▶ _Activity_
The following data has a line with "from scipy.special import ndtri" and a line with "rows, runs = [], []". Write out exactly those lines and all the lines between them.

▶ _Record extracts_
┄┄┄┄┄┄┄┄┄┄

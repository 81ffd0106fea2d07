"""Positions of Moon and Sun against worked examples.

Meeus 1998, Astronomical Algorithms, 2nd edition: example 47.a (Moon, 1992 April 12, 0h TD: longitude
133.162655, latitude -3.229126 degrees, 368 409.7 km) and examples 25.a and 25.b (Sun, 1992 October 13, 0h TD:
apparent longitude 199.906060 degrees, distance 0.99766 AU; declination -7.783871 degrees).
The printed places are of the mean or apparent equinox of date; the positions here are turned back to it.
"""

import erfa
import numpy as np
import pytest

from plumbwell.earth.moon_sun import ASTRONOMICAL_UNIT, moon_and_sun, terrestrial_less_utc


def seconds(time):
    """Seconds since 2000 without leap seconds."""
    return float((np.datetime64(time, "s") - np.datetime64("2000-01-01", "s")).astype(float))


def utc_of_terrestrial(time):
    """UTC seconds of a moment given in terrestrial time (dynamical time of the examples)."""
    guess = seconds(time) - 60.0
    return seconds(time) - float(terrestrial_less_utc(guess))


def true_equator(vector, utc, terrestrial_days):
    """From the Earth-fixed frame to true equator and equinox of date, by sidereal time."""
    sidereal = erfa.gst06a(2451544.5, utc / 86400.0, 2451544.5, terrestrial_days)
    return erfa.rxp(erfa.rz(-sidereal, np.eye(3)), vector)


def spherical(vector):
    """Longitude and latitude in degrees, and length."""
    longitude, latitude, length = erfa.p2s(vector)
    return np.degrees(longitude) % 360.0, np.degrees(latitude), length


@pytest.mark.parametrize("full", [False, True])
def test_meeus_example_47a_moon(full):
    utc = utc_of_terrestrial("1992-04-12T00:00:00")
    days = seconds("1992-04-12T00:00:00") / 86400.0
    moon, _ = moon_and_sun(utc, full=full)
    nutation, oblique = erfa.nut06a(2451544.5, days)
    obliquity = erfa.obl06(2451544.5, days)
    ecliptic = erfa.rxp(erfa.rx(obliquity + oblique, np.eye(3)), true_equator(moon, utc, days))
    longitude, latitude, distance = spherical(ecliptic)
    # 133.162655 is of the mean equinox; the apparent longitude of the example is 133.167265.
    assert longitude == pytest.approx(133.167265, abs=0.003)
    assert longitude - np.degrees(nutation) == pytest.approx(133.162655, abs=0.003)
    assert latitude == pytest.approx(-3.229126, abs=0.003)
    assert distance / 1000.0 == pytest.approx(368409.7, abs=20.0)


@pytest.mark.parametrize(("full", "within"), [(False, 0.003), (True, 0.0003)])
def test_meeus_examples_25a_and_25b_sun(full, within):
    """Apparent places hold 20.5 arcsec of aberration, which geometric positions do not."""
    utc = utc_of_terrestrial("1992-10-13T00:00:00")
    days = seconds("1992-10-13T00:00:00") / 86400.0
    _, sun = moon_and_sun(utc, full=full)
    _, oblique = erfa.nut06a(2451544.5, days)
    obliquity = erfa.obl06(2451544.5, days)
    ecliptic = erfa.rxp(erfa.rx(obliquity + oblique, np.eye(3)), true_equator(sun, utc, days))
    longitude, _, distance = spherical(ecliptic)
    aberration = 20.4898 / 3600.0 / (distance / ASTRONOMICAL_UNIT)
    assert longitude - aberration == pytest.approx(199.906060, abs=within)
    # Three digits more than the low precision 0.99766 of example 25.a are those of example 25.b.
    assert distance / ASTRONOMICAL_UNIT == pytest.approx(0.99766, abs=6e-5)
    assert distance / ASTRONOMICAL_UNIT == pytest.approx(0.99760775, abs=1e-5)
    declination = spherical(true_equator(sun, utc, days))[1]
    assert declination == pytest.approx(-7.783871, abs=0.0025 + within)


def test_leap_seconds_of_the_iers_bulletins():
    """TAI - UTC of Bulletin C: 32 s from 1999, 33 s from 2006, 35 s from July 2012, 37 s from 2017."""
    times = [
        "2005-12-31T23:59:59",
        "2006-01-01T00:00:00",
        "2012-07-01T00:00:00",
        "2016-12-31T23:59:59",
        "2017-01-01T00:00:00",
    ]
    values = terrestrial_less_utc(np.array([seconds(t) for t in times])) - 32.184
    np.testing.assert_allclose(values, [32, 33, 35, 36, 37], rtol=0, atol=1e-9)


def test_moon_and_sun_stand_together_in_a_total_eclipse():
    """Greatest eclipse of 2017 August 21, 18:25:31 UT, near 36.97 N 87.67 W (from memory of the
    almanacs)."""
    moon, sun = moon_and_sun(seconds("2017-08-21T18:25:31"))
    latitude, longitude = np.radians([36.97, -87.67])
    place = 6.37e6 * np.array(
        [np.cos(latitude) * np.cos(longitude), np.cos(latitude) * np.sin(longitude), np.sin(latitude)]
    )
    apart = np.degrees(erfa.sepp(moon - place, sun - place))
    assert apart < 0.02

┄┄┄┄┄┄┄┄┄┄

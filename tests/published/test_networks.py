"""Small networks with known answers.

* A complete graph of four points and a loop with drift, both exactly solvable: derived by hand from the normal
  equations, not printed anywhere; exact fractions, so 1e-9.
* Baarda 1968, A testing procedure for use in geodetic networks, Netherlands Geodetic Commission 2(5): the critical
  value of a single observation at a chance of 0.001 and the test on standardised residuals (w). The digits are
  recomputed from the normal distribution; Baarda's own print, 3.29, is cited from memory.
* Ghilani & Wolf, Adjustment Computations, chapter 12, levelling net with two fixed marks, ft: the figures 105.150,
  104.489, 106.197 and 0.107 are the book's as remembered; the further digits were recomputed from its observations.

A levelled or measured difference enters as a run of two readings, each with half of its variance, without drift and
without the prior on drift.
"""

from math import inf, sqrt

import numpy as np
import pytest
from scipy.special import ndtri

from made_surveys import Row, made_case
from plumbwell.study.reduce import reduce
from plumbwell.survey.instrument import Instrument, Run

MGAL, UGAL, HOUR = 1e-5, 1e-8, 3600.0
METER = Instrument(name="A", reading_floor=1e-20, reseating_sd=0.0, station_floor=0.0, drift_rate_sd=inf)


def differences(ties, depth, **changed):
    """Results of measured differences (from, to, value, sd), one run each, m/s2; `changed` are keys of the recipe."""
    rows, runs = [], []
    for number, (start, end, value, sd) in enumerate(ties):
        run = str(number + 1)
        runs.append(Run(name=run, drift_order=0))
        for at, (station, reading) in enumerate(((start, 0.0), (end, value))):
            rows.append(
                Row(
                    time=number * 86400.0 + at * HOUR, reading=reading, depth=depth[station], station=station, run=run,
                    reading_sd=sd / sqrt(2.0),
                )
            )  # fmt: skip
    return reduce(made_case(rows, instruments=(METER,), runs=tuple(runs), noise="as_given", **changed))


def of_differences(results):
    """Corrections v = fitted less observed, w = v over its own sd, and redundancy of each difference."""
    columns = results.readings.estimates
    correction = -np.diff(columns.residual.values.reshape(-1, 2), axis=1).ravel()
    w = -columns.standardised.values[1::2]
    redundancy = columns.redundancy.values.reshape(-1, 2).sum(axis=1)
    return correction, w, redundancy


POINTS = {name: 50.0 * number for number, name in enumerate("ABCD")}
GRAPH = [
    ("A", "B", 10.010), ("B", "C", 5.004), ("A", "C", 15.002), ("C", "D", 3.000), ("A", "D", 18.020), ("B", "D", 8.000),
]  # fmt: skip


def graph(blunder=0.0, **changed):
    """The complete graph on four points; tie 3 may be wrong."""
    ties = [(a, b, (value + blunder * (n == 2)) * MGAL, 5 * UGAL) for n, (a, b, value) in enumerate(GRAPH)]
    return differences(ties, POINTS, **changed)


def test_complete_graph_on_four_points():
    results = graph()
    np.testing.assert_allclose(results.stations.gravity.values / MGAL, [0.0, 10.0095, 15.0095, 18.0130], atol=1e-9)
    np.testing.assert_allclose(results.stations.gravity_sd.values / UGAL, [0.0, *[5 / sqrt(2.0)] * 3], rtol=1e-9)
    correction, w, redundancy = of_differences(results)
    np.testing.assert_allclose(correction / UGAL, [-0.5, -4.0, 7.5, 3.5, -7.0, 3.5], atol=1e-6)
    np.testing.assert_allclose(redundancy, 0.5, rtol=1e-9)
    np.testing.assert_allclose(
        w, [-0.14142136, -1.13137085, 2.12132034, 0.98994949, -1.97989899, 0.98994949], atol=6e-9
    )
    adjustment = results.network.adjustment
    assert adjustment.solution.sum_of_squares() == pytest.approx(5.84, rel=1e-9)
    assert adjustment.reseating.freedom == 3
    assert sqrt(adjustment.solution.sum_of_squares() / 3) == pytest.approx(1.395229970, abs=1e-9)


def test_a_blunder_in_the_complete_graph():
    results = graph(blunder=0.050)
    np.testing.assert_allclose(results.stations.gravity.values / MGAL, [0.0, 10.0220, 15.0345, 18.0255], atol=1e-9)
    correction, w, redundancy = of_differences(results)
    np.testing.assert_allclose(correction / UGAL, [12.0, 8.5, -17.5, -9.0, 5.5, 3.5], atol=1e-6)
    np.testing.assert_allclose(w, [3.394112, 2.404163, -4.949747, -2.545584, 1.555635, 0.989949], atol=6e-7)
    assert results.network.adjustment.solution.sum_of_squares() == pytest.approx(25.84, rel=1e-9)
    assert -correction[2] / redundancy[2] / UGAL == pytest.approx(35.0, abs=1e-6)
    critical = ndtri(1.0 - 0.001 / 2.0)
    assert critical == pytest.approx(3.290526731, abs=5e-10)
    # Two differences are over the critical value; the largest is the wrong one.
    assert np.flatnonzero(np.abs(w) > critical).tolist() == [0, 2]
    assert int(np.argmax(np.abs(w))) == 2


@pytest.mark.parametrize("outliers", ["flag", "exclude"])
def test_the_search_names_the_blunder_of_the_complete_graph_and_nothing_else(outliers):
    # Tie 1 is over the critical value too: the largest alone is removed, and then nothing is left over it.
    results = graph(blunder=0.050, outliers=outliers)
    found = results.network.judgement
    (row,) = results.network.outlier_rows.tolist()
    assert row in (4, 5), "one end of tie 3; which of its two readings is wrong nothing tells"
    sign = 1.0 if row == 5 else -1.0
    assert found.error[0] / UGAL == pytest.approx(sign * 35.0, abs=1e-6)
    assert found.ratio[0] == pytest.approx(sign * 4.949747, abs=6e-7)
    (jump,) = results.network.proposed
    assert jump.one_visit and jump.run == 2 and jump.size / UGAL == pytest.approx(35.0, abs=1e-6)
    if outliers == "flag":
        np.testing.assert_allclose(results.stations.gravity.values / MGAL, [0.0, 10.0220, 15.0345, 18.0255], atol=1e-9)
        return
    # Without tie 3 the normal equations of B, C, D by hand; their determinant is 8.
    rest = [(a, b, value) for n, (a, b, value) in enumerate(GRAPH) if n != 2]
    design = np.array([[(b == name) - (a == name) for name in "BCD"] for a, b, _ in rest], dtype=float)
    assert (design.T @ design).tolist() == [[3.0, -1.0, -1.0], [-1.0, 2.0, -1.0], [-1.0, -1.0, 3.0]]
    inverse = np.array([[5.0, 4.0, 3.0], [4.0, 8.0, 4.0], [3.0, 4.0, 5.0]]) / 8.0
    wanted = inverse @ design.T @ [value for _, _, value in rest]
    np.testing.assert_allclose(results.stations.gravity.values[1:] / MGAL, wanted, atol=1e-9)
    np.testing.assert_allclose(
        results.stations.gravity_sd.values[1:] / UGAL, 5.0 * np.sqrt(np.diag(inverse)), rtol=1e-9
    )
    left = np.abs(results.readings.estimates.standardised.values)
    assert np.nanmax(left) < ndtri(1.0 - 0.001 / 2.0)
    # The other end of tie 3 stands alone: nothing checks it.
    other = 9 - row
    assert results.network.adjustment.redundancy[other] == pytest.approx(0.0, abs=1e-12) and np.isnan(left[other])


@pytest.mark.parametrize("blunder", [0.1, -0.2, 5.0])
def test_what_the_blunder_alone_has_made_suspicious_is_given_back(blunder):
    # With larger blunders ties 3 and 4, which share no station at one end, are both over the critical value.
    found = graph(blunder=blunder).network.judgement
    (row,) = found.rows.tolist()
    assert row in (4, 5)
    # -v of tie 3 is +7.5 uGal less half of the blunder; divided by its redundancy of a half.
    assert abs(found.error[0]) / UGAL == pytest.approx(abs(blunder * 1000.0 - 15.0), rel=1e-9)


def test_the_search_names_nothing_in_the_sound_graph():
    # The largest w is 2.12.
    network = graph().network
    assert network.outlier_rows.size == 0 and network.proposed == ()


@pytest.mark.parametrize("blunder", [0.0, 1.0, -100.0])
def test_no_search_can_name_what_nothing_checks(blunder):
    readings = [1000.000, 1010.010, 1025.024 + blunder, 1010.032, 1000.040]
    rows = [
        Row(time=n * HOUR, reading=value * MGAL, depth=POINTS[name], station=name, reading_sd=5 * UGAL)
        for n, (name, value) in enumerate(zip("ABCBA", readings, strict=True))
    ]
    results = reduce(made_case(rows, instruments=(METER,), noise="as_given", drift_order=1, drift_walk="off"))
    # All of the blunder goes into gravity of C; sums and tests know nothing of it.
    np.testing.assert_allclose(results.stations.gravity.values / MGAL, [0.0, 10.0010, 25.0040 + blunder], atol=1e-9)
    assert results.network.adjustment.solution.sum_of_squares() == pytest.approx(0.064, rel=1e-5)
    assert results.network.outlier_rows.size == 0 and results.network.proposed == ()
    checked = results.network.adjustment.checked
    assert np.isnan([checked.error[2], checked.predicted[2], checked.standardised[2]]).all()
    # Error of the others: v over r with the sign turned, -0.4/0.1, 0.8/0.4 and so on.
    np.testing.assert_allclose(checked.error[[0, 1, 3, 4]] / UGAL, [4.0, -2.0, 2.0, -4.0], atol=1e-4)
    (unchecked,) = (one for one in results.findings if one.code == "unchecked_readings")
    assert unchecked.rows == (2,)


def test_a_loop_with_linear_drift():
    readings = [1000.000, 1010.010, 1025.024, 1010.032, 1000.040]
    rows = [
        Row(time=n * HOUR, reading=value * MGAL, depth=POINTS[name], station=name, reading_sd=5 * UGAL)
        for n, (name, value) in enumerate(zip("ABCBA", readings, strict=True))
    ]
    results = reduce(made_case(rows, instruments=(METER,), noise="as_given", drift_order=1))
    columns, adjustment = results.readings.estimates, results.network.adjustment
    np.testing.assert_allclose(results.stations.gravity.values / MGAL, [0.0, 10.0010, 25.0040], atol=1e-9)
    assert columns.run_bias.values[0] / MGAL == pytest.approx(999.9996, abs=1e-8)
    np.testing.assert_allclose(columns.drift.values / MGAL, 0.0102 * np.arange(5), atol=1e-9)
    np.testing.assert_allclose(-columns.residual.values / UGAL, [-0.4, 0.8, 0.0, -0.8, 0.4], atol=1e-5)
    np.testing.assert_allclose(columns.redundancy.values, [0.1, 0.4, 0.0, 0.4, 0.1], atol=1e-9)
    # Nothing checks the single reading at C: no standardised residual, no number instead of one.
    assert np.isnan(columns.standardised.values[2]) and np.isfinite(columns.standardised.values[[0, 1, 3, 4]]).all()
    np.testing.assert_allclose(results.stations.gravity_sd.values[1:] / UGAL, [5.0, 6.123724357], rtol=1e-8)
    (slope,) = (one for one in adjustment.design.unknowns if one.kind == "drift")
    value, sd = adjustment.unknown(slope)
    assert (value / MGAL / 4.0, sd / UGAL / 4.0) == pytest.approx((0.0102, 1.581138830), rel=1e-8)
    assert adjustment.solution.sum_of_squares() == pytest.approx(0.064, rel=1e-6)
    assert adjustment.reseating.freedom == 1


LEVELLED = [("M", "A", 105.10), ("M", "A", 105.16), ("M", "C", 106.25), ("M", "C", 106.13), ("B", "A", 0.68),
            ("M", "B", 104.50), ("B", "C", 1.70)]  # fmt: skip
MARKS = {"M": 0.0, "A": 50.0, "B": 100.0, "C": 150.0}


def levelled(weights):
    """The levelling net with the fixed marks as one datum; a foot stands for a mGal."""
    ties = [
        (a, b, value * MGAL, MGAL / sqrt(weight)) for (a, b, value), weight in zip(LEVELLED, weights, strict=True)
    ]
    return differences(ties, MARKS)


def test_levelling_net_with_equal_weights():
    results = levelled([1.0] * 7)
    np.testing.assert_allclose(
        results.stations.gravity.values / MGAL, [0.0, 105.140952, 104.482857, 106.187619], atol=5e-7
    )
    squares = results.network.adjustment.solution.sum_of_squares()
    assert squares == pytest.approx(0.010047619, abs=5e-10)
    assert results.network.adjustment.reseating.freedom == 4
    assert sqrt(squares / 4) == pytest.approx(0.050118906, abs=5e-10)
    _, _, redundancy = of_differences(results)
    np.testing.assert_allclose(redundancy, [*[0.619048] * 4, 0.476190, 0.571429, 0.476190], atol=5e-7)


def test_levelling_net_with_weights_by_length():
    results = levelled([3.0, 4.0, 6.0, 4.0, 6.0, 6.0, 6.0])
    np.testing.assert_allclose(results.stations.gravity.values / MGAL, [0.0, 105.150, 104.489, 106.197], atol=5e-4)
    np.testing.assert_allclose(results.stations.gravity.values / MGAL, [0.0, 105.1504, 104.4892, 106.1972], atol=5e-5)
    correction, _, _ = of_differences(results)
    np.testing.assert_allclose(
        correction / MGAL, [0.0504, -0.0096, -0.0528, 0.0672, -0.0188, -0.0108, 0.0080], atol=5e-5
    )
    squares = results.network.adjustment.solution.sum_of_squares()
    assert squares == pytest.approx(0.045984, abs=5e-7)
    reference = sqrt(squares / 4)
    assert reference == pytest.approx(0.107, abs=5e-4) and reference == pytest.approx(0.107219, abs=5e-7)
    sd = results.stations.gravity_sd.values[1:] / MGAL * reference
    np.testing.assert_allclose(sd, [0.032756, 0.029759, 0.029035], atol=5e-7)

┄┄┄┄┄┄┄┄┄┄

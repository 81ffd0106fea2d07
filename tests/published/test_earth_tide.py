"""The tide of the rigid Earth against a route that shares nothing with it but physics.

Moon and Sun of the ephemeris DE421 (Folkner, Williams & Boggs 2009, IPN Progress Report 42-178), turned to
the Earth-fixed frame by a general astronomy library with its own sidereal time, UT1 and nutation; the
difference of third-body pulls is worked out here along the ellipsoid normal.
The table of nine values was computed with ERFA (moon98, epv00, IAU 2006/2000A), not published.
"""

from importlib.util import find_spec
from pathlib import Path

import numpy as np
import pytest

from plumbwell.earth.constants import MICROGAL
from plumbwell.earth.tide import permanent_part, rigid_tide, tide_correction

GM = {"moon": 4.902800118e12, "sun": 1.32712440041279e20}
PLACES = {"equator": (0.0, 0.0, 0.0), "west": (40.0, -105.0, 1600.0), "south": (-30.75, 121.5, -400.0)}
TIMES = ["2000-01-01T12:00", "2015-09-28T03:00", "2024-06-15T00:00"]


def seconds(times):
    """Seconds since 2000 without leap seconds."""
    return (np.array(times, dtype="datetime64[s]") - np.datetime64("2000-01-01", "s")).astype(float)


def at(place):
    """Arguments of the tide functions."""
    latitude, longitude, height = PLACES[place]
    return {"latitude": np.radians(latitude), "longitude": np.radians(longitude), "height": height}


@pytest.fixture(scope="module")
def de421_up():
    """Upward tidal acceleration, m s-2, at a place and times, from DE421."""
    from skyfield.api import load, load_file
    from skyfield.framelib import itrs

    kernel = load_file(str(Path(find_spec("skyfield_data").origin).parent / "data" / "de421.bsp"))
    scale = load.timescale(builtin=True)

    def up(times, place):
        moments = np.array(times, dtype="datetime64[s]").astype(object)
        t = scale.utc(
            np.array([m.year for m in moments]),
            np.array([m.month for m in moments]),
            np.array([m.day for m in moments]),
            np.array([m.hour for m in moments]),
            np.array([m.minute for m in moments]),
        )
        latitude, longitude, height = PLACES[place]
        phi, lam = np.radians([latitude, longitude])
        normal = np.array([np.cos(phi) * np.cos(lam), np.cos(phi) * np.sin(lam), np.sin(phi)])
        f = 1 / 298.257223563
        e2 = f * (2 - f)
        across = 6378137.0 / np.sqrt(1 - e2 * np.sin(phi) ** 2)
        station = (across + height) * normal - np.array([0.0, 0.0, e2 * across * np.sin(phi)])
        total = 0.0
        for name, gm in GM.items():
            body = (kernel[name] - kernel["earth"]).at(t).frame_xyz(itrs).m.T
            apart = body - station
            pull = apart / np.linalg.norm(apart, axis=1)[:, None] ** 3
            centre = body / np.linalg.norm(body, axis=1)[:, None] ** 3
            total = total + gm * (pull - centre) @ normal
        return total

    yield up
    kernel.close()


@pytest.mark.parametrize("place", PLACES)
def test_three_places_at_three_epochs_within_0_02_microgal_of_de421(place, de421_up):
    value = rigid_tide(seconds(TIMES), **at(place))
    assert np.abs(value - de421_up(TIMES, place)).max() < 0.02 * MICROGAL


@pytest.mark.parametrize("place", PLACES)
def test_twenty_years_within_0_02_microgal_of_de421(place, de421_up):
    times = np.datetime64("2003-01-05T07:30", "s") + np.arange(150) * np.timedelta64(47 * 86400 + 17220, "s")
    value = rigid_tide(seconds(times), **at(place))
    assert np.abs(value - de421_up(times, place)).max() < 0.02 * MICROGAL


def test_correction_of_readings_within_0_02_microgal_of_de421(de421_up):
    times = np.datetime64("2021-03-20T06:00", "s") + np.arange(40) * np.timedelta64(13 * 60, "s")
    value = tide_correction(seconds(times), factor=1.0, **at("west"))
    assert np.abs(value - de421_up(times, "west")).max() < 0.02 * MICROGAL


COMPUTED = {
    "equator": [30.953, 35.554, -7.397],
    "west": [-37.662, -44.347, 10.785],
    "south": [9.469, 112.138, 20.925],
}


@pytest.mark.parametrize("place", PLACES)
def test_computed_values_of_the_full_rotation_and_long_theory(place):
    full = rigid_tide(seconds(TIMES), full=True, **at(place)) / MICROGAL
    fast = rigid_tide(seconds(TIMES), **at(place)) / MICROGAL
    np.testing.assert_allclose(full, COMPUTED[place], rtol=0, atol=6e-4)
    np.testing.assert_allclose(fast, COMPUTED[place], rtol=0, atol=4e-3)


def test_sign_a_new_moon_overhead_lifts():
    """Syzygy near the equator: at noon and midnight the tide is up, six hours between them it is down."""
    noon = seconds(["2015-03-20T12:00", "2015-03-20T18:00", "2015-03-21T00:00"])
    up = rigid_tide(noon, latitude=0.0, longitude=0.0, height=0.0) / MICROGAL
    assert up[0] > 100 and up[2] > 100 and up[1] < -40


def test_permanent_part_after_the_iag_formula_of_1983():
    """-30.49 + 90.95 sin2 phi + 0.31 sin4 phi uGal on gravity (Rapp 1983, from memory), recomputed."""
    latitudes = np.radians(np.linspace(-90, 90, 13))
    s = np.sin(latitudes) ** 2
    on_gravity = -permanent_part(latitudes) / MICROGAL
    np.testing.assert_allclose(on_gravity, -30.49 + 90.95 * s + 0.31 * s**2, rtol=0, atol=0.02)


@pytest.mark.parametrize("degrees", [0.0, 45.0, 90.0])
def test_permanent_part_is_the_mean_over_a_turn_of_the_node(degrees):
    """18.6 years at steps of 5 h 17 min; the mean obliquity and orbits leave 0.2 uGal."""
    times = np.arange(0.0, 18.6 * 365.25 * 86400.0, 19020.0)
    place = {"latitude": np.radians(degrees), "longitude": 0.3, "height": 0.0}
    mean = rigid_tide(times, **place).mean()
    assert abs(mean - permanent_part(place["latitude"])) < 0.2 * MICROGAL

┄┄┄┄┄┄┄┄┄┄

▶ _Task response_
from scipy.special import ndtri

from made_surveys import Row, made_case
from plumbwell.study.reduce import reduce
from plumbwell.survey.instrument import Instrument, Run

MGAL, UGAL, HOUR = 1e-5, 1e-8, 3600.0
METER = Instrument(name="A", reading_floor=1e-20, reseating_sd=0.0, station_floor=0.0, drift_rate_sd=inf)


def differences(ties, depth, **changed):
    """Results of measured differences (from, to, value, sd), one run each, m/s2; `changed` are keys of the recipe."""
    rows, runs = [], []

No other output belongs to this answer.